_RECORD EXTRACTS_
____________________

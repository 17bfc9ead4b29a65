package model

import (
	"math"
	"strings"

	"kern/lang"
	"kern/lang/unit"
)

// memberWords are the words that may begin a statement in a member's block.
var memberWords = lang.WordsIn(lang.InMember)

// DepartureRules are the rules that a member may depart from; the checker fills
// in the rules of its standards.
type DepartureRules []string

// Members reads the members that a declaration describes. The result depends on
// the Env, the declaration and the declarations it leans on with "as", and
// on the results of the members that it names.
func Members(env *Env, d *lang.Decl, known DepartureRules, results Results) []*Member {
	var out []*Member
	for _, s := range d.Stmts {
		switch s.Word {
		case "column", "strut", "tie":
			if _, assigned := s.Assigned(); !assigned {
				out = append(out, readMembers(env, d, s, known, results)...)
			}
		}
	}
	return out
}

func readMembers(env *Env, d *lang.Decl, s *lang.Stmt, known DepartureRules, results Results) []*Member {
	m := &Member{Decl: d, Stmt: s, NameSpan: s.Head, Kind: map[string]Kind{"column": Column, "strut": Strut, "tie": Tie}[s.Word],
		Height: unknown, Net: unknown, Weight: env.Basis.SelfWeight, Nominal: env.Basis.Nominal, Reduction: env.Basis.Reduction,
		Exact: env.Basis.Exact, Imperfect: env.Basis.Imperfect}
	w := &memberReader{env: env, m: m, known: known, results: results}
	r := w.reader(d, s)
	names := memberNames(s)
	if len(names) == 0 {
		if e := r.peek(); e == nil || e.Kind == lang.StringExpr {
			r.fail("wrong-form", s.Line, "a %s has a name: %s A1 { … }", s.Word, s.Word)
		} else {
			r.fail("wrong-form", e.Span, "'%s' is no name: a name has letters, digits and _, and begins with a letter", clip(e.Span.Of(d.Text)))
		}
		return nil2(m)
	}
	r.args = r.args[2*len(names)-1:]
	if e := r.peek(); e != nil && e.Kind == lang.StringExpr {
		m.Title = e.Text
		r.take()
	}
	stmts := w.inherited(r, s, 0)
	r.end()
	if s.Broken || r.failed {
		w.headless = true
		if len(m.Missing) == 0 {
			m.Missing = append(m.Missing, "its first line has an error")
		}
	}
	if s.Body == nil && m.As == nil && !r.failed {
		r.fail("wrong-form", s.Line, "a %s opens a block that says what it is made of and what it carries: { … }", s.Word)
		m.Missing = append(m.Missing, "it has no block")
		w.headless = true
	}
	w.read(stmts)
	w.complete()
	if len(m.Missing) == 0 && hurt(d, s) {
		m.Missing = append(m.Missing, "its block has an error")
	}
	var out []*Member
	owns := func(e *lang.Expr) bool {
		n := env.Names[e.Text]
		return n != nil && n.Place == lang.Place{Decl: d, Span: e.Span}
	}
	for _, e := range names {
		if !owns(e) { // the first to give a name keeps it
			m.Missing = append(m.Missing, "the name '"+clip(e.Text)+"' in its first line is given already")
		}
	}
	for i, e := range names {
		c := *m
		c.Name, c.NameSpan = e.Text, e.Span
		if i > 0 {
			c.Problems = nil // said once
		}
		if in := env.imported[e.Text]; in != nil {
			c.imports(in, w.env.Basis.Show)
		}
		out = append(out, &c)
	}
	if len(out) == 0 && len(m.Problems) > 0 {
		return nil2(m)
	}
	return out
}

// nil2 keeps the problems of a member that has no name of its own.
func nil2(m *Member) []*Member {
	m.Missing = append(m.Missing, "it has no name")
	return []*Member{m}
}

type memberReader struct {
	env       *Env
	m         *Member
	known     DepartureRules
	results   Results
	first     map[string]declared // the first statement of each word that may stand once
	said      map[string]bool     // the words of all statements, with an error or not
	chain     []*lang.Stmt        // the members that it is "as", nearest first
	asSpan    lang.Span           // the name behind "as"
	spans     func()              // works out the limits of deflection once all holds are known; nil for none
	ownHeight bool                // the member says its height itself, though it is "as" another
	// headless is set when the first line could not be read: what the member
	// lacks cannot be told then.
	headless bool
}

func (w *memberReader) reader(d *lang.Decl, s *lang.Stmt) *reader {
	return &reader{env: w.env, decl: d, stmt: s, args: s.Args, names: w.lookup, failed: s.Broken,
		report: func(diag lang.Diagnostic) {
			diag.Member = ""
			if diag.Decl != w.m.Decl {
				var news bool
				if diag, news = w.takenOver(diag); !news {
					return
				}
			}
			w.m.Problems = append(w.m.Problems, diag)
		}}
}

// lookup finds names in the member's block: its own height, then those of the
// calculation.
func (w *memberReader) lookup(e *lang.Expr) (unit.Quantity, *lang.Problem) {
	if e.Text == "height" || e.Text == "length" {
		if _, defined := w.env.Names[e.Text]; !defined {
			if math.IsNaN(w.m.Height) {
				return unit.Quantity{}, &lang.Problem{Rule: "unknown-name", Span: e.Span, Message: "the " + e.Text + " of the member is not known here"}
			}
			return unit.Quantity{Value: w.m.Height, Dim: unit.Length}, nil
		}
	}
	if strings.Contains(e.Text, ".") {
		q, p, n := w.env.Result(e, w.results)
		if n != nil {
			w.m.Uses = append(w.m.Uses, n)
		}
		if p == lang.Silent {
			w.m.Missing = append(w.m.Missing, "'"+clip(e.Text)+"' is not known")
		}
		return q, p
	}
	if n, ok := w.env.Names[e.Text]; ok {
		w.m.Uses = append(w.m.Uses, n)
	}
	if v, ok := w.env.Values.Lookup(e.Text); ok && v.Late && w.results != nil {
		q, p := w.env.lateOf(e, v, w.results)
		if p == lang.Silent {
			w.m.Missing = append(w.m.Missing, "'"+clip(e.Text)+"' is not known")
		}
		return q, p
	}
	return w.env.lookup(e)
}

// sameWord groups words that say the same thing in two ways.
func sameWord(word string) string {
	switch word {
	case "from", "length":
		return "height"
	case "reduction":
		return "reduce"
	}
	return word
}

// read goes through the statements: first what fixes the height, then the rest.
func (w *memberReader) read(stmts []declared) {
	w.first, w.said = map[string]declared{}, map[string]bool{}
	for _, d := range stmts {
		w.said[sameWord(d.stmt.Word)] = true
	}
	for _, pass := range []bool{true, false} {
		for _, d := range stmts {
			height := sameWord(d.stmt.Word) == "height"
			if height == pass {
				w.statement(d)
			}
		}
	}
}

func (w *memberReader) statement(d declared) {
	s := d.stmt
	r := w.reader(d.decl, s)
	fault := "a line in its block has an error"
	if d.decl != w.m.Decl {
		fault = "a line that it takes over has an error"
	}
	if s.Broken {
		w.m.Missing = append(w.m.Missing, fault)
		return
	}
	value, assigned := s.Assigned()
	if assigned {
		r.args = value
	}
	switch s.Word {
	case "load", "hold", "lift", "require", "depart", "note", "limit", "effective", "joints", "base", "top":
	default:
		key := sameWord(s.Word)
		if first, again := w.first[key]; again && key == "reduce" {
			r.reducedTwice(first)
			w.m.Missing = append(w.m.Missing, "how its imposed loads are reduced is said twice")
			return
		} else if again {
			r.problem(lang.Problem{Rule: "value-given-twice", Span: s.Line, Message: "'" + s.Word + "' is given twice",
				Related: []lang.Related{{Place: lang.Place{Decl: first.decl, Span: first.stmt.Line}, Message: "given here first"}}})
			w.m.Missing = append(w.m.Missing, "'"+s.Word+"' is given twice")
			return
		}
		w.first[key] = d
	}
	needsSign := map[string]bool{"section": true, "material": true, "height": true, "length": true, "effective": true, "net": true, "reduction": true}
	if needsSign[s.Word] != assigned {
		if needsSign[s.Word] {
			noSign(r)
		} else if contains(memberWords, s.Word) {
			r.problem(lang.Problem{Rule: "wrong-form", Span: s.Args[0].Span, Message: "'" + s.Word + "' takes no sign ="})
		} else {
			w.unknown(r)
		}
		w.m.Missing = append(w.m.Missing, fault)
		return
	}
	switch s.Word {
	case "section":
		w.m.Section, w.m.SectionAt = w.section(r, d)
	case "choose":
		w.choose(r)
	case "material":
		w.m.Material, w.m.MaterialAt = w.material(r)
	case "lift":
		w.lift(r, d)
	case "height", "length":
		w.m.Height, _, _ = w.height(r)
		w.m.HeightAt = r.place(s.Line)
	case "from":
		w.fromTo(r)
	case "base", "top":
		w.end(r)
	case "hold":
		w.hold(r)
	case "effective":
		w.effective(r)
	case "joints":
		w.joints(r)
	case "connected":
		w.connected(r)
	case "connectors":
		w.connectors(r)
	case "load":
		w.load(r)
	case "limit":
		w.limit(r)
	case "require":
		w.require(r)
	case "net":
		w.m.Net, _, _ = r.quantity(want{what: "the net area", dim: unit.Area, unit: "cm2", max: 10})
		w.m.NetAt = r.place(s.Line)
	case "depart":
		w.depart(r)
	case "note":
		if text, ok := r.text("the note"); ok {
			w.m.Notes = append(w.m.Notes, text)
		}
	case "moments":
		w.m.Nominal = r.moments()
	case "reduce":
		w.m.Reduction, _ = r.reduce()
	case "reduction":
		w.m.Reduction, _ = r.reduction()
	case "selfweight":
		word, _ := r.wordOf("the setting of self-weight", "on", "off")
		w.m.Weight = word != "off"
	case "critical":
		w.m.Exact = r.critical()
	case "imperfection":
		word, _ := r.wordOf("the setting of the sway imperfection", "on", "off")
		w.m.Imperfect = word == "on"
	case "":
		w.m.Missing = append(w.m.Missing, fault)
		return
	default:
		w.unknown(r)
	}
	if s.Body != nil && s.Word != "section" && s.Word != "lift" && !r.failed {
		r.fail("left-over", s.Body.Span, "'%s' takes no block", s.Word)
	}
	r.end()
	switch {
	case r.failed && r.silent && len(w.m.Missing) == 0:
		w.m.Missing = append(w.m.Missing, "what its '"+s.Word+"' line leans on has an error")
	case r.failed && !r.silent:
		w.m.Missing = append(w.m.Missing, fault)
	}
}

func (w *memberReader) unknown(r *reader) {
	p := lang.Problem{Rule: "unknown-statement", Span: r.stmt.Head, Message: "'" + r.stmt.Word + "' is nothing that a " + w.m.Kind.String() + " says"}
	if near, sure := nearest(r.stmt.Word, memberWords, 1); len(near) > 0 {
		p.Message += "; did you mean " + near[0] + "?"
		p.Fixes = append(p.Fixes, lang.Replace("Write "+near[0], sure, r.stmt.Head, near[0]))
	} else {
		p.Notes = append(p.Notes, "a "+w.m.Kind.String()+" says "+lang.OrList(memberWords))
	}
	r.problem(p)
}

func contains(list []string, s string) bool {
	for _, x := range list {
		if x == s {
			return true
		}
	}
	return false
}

____________________

_ACTION ITEM_
Give back, exactly as written, the stretch from the line with "result depends on" through the line with "if e := r.peek(); e == nil", and no other lines from the records above.

_OUTPUT BELOW_
// Members reads the members that a declaration describes. The result depends on
// the Env, the declaration and the declarations it leans on with "as", and
// on the results of the members that it names.
func Members(env *Env, d *lang.Decl, known DepartureRules, results Results) []*Member {
	var out []*Member
	for _, s := range d.Stmts {
		switch s.Word {
		case "column", "strut", "tie":
			if _, assigned := s.Assigned(); !assigned {
				out = append(out, readMembers(env, d, s, known, results)...)
			}
		}
	}
	return out
}

func readMembers(env *Env, d *lang.Decl, s *lang.Stmt, known DepartureRules, results Results) []*Member {
	m := &Member{Decl: d, Stmt: s, NameSpan: s.Head, Kind: map[string]Kind{"column": Column, "strut": Strut, "tie": Tie}[s.Word],
		Height: unknown, Net: unknown, Weight: env.Basis.SelfWeight, Nominal: env.Basis.Nominal, Reduction: env.Basis.Reduction,
		Exact: env.Basis.Exact, Imperfect: env.Basis.Imperfect}
	w := &memberReader{env: env, m: m, known: known, results: results}
	r := w.reader(d, s)
	names := memberNames(s)
	if len(names) == 0 {
		if e := r.peek(); e == nil || e.Kind == lang.StringExpr {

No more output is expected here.